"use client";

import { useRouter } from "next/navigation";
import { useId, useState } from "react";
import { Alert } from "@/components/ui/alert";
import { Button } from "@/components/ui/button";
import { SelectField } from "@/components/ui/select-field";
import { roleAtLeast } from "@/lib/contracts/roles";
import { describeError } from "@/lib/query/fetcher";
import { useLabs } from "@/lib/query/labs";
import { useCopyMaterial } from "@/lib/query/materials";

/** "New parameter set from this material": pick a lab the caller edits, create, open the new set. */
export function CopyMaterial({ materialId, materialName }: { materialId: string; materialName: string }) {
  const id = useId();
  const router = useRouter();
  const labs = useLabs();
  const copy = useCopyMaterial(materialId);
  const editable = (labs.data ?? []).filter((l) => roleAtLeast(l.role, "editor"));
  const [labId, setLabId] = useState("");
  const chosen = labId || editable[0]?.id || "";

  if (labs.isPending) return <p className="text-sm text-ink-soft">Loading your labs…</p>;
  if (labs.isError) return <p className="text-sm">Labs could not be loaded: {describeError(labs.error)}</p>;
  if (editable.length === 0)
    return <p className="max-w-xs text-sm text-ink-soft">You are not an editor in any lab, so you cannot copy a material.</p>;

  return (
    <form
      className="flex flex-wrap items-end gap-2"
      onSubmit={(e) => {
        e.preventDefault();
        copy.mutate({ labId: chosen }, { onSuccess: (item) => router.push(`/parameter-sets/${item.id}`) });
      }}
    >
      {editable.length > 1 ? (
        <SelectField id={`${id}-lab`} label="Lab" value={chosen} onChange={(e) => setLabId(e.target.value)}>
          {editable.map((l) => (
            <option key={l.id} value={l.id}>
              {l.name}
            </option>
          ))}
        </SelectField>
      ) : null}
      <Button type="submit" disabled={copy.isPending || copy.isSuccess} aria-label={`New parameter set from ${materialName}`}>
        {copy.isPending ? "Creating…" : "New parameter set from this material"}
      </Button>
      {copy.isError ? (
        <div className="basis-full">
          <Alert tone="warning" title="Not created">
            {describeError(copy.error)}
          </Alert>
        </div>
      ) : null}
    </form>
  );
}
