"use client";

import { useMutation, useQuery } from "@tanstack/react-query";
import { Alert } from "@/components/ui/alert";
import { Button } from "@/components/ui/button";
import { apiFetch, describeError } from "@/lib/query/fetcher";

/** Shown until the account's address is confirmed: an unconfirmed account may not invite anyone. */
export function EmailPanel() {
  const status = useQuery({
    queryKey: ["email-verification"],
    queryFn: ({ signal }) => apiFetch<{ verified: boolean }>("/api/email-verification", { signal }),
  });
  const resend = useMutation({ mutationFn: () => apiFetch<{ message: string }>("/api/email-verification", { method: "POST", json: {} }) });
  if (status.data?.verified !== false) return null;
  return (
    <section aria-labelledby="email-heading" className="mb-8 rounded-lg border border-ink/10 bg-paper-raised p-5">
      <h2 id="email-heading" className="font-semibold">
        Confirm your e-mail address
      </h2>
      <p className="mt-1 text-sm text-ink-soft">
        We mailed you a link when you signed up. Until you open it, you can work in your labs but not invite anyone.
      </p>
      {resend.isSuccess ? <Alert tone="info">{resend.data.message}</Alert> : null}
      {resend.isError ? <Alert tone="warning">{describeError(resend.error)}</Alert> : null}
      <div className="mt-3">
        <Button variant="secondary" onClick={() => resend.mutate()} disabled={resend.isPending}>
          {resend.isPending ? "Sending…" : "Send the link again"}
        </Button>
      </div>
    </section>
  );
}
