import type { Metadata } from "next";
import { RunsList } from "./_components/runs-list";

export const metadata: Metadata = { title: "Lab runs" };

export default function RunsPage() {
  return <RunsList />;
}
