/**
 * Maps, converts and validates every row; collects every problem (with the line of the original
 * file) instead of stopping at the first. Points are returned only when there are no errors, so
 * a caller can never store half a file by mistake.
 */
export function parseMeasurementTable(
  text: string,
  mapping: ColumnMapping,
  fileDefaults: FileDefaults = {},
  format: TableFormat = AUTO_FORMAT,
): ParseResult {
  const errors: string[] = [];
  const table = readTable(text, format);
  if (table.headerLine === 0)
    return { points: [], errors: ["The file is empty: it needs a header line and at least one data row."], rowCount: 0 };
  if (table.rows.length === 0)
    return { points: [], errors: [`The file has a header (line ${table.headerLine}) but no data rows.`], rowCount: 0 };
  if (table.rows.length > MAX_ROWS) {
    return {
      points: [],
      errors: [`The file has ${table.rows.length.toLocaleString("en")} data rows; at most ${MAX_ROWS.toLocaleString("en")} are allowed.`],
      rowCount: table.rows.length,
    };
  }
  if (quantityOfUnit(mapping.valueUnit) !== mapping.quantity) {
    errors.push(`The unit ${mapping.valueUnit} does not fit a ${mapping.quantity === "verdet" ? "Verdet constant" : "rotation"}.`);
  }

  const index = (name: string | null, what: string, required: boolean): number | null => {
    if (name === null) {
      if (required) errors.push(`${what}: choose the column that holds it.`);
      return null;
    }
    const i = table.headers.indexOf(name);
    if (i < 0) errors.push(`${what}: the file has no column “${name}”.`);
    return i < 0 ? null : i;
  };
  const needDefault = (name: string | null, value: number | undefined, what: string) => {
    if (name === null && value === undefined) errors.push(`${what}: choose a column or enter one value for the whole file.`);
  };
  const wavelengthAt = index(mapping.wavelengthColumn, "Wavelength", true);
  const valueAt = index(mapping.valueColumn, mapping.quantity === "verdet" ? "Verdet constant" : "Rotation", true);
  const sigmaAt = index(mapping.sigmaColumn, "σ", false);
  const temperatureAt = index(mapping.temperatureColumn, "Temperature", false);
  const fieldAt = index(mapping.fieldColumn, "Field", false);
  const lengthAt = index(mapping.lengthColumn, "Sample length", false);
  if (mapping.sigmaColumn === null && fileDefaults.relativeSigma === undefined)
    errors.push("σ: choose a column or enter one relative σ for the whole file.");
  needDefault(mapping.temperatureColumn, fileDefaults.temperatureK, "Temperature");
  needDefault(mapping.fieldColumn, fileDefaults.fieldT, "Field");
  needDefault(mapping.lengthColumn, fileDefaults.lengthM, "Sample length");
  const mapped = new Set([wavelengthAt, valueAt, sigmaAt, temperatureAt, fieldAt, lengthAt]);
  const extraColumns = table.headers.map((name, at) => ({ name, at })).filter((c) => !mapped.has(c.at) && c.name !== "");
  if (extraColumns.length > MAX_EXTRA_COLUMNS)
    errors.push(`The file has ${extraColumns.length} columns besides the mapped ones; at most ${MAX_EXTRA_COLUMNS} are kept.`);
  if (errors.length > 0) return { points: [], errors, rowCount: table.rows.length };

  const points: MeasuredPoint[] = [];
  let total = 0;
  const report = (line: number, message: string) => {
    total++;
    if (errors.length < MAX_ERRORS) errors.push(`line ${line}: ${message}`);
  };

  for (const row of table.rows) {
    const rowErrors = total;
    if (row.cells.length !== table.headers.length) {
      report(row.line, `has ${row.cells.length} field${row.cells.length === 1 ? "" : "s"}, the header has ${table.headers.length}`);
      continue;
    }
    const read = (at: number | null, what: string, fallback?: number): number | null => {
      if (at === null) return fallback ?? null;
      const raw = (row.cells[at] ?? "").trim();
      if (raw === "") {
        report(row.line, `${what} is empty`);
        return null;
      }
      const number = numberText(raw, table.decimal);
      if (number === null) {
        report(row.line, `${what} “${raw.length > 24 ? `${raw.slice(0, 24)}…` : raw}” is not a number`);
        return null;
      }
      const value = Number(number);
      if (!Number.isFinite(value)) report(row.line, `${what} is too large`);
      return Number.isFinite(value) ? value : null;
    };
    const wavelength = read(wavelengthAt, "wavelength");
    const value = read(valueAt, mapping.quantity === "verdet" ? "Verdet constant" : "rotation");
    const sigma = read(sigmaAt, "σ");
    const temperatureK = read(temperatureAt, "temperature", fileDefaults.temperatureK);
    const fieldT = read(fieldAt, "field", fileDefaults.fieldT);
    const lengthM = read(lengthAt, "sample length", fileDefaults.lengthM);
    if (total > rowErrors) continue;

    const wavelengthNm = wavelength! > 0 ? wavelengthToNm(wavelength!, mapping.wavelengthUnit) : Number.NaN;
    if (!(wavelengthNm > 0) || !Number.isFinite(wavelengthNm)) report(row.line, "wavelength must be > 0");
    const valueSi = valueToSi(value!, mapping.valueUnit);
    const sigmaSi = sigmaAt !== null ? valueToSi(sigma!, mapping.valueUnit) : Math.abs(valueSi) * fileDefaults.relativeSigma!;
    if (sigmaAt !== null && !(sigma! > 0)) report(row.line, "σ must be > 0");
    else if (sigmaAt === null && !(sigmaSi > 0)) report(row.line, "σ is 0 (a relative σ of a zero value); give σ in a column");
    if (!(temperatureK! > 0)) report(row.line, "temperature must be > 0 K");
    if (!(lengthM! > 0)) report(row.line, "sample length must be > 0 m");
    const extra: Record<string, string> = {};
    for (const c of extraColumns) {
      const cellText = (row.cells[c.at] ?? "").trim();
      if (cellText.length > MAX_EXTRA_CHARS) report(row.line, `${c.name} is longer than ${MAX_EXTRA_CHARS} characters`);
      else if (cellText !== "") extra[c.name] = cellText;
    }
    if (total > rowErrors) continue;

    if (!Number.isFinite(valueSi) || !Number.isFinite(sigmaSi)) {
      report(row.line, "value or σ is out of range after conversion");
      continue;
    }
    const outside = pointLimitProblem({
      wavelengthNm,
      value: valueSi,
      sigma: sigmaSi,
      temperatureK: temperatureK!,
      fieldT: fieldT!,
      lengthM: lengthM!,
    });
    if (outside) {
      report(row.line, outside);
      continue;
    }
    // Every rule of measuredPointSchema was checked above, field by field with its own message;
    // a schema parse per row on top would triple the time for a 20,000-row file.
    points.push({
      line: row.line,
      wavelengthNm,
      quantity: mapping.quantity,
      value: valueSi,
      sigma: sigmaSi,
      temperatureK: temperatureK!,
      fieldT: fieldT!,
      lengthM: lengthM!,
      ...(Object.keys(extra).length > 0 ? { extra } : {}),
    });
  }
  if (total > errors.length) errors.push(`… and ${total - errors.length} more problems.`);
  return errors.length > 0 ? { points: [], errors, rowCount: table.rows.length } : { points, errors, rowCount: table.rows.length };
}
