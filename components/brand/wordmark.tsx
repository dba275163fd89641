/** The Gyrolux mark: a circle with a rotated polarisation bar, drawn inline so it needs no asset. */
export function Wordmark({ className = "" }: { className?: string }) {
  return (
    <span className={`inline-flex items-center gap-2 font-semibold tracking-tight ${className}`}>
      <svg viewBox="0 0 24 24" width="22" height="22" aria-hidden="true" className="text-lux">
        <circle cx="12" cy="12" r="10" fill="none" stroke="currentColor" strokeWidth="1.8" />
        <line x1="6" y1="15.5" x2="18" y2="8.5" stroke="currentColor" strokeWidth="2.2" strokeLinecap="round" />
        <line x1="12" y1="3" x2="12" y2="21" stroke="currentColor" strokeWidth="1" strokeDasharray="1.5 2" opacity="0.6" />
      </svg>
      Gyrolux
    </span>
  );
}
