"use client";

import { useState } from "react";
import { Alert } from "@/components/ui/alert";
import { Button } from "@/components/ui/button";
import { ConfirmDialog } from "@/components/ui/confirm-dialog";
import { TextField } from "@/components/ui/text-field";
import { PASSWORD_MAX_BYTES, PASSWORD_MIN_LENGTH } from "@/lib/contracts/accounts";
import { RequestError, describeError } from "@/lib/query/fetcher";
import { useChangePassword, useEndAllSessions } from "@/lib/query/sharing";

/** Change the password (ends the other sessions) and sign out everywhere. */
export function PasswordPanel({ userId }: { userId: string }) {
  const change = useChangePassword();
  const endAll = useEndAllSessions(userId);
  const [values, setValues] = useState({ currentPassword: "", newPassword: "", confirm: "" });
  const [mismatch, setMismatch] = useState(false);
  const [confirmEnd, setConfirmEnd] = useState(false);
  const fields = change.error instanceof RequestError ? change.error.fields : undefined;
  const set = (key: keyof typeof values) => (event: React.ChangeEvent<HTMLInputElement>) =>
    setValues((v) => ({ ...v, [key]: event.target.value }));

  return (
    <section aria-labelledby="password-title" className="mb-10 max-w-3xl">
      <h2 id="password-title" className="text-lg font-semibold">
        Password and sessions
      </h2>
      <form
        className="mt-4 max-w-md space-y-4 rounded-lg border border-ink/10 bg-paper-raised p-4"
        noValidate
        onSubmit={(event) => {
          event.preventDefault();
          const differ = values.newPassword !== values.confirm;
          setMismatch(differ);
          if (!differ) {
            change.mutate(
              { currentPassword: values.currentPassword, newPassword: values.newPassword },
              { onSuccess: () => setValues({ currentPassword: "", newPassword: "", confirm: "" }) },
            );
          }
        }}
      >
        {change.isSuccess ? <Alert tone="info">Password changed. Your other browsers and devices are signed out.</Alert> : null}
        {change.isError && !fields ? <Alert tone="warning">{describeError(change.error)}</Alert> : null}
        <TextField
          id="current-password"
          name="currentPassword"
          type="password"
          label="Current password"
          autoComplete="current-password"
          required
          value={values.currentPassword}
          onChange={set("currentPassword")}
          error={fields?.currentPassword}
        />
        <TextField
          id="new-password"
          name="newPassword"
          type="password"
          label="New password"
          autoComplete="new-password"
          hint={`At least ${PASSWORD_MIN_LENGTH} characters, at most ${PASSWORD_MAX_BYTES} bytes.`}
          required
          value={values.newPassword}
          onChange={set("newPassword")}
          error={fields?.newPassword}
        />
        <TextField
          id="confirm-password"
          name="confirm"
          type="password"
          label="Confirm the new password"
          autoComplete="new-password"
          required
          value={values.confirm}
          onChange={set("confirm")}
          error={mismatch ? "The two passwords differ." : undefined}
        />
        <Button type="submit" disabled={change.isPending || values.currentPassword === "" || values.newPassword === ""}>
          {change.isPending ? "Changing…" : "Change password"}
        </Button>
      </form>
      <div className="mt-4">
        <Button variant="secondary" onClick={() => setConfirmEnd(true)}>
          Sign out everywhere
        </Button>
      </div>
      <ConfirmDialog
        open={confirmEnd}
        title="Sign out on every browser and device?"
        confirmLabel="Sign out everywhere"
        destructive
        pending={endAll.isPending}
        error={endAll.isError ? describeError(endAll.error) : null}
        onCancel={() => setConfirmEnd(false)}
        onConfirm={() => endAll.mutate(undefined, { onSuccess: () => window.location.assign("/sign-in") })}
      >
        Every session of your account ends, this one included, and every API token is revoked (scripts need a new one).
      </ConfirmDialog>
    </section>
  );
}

━━━━━━━━

Through the line that contains "const id = useId();", copy the material above exactly, beginning at its first line and including nothing more.

"use client";

import { useRouter } from "next/navigation";
import { useId, useState } from "react";
import { Alert } from "@/components/ui/alert";
import { Button } from "@/components/ui/button";
import { SelectField } from "@/components/ui/select-field";
import { roleAtLeast } from "@/lib/contracts/roles";
import { describeError } from "@/lib/query/fetcher";
import { useLabs } from "@/lib/query/labs";
import { useCopyMaterial } from "@/lib/query/materials";

/** "New parameter set from this material": pick a lab the caller edits, create, open the new set. */
export function CopyMaterial({ materialId, materialName }: { materialId: string; materialName: string }) {
  const id = useId();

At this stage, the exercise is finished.